EXERCISE DESCRIPTION
What the task needs is every record repeated exactly, nothing more.

SOURCE MATERIAL

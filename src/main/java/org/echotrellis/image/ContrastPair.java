package org.echotrellis.image;

/**
 * Contrast between two tissues: the difference of their centre weights (the values of large
 * regions), and the contrast-to-noise ratio |contrast| / σ for an image with noise standard
 * deviation σ per pixel (NaN when no σ was given).
 *
 * @param a first tissue name
 * @param b second tissue name
 * @param contrast centre weight of a minus centre weight of b
 * @param cnr |contrast| / σ, or NaN
 */
public record ContrastPair(String a, String b, double contrast, double cnr) { }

SOLUTION FOR THIS PROBLEM
filename src/main/java/org/echotrellis/image/ContrastPair.java
package org.echotrellis.image;

/**
 * Contrast between two tissues: the difference of their centre weights (the values of large
 * regions), and the contrast-to-noise ratio |contrast| / σ for an image with noise standard
 * deviation σ per pixel (NaN when no σ was given).
 *
 * @param a first tissue name
 * @param b second tissue name
 * @param contrast centre weight of a minus centre weight of b
 * @param cnr |contrast| / σ, or NaN
 */
public record ContrastPair(String a, String b, double contrast, double cnr) { }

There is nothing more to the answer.